## ASSIGNMENT
For the entries below, print exactly the lines between the line holding "ascii_safe(sys.stdout, sys.stderr)" and the line holding "return EXIT_OK", inclusive, and nothing else.

[Collected data]
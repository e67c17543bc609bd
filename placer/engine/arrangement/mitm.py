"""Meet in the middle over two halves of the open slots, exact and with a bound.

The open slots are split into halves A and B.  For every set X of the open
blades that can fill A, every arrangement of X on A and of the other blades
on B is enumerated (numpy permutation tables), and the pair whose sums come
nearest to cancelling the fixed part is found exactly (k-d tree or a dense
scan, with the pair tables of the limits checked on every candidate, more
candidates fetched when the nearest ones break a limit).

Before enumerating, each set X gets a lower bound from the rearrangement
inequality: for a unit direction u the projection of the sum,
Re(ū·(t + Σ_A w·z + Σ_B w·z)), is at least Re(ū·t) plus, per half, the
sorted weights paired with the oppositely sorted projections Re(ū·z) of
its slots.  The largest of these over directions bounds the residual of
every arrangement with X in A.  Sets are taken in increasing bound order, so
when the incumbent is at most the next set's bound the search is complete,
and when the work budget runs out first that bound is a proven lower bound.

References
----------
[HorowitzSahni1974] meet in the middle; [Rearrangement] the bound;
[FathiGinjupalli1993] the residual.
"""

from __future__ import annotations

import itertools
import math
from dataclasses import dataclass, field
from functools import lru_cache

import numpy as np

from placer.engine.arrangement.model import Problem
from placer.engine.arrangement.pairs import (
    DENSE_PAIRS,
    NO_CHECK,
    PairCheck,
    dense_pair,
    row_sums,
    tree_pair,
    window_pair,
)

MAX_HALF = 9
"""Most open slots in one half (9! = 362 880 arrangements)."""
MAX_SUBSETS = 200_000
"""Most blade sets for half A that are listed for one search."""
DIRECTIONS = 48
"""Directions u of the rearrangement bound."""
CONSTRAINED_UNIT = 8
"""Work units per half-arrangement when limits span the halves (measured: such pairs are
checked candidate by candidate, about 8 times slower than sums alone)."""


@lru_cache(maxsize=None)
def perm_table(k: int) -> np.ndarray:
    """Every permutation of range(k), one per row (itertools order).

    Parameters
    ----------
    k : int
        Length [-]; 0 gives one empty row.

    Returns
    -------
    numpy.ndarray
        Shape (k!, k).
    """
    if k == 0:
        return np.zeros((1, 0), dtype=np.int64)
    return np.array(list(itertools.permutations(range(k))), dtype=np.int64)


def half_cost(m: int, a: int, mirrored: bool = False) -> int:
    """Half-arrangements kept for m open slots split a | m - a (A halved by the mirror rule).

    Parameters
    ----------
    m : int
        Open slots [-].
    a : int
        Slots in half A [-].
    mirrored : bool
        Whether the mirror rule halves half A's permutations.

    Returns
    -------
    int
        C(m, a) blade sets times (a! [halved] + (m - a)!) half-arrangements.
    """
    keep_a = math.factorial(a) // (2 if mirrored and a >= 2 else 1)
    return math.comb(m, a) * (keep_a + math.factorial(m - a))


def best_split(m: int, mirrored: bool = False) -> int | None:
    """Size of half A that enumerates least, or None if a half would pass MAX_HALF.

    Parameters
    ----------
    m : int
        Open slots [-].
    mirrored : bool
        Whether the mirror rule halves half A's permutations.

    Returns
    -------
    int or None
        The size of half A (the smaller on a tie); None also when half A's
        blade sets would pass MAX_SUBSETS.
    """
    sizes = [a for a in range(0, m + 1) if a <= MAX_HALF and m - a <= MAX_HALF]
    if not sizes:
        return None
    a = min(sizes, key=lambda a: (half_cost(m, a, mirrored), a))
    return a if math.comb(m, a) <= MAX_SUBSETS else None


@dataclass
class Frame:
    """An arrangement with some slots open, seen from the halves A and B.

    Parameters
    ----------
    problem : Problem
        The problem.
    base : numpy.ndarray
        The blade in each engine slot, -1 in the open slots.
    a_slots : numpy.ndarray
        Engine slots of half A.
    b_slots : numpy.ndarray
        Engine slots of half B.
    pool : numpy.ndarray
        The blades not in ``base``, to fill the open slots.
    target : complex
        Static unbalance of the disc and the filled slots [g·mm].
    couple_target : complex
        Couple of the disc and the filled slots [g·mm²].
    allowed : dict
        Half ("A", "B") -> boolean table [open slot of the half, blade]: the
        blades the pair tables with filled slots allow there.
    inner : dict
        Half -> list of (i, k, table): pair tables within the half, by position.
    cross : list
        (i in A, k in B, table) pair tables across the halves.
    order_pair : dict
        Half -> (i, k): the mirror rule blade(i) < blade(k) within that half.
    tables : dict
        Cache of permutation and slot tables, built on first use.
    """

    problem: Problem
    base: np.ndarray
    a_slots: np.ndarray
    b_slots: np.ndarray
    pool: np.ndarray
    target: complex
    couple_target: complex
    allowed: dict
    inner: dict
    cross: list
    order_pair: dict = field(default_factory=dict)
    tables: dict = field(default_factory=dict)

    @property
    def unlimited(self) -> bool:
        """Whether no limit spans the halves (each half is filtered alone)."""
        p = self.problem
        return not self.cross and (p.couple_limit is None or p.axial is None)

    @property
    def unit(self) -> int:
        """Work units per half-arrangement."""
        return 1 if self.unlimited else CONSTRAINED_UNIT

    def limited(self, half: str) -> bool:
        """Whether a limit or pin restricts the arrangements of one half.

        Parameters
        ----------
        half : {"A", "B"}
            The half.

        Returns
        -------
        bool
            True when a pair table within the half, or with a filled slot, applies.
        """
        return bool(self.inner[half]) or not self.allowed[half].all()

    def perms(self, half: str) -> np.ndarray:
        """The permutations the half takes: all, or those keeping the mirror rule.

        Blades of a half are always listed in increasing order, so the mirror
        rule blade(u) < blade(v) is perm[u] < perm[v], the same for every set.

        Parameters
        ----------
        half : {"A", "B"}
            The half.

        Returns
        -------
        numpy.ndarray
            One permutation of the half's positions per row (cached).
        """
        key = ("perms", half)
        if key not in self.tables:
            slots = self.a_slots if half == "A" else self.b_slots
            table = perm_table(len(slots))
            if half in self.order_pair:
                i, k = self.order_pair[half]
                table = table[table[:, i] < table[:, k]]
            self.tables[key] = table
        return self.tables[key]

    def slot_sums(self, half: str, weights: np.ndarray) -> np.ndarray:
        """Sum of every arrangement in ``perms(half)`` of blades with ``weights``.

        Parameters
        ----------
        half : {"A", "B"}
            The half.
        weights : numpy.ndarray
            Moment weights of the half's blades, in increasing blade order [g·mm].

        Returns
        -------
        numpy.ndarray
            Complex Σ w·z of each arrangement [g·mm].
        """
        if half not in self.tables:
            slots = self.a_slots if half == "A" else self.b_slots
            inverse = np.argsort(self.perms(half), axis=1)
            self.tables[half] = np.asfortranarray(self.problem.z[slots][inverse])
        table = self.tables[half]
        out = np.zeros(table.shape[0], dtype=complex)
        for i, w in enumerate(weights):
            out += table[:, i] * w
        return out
---
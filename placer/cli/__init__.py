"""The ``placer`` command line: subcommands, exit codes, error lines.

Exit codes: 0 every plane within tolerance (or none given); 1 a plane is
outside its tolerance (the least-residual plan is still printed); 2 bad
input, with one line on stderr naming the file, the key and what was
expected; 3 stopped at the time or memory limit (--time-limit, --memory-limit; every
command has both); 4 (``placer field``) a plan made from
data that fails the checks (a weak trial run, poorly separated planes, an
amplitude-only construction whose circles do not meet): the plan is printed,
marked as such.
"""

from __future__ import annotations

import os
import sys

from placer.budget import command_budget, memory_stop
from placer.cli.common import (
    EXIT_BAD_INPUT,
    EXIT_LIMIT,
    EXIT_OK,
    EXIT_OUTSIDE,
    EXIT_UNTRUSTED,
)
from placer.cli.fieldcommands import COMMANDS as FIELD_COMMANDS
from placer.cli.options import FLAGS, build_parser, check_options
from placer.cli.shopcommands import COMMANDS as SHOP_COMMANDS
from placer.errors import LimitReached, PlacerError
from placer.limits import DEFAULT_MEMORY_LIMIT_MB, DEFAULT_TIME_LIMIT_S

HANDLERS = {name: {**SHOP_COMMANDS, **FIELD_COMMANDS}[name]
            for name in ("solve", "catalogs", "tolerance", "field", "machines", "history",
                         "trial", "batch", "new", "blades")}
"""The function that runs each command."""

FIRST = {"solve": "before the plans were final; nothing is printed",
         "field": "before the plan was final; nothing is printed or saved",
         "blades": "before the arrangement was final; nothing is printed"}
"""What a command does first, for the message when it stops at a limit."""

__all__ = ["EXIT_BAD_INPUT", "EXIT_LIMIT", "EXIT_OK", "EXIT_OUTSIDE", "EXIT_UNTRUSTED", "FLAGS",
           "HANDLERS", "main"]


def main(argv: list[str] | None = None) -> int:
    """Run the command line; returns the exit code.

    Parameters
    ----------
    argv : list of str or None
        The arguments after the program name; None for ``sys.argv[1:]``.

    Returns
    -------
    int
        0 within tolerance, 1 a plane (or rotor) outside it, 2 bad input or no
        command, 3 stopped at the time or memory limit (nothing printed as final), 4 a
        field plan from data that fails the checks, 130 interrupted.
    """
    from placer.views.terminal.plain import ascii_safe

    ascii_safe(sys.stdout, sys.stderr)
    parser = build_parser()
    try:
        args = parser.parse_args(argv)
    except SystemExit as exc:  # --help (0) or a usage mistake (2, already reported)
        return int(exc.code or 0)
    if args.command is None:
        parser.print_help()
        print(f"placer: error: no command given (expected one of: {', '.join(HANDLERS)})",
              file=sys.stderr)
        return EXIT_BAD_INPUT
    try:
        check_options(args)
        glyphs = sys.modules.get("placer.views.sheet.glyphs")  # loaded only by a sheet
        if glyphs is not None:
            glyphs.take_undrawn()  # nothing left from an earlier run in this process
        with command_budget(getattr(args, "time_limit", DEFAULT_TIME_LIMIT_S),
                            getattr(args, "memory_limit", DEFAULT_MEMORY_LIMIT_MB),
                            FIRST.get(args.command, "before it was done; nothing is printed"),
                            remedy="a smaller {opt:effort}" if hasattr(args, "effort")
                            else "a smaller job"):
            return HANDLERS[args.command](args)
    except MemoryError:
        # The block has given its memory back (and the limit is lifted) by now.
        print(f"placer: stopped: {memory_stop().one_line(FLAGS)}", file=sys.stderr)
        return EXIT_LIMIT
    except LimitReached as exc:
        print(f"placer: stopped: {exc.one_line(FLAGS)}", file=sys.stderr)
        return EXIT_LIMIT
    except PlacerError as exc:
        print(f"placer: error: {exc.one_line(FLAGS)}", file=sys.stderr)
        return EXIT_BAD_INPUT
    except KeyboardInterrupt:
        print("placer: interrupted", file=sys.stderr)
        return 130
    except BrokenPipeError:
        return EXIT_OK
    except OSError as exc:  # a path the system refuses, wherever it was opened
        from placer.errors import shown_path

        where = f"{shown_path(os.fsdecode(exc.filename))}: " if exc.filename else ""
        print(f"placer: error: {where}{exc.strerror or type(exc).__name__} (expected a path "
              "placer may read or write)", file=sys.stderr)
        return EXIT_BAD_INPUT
---
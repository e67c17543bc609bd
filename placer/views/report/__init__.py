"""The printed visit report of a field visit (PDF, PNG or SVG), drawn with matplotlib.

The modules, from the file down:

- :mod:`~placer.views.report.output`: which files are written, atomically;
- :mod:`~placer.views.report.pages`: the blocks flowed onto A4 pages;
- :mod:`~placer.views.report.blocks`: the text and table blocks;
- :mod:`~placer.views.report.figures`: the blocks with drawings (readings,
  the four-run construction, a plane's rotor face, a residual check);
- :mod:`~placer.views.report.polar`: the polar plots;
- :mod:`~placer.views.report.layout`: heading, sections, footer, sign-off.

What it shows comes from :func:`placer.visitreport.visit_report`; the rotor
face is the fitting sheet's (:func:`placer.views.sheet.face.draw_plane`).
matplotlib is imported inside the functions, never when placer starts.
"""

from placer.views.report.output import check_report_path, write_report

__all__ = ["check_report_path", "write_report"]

## RESPONSE TO THE EXERCISE
    ascii_safe(sys.stdout, sys.stderr)
    parser = build_parser()
    try:
        args = parser.parse_args(argv)
    except SystemExit as exc:  # --help (0) or a usage mistake (2, already reported)
        return int(exc.code or 0)
    if args.command is None:
        parser.print_help()
        print(f"placer: error: no command given (expected one of: {', '.join(HANDLERS)})",
              file=sys.stderr)
        return EXIT_BAD_INPUT
    try:
        check_options(args)
        glyphs = sys.modules.get("placer.views.sheet.glyphs")  # loaded only by a sheet
        if glyphs is not None:
            glyphs.take_undrawn()  # nothing left from an earlier run in this process
        with command_budget(getattr(args, "time_limit", DEFAULT_TIME_LIMIT_S),
                            getattr(args, "memory_limit", DEFAULT_MEMORY_LIMIT_MB),
                            FIRST.get(args.command, "before it was done; nothing is printed"),
                            remedy="a smaller {opt:effort}" if hasattr(args, "effort")
                            else "a smaller job"):
            return HANDLERS[args.command](args)
    except MemoryError:
        # The block has given its memory back (and the limit is lifted) by now.
        print(f"placer: stopped: {memory_stop().one_line(FLAGS)}", file=sys.stderr)
        return EXIT_LIMIT
    except LimitReached as exc:
        print(f"placer: stopped: {exc.one_line(FLAGS)}", file=sys.stderr)
        return EXIT_LIMIT
    except PlacerError as exc:
        print(f"placer: error: {exc.one_line(FLAGS)}", file=sys.stderr)
        return EXIT_BAD_INPUT
    except KeyboardInterrupt:
        print("placer: interrupted", file=sys.stderr)
        return 130
    except BrokenPipeError:
        return EXIT_OK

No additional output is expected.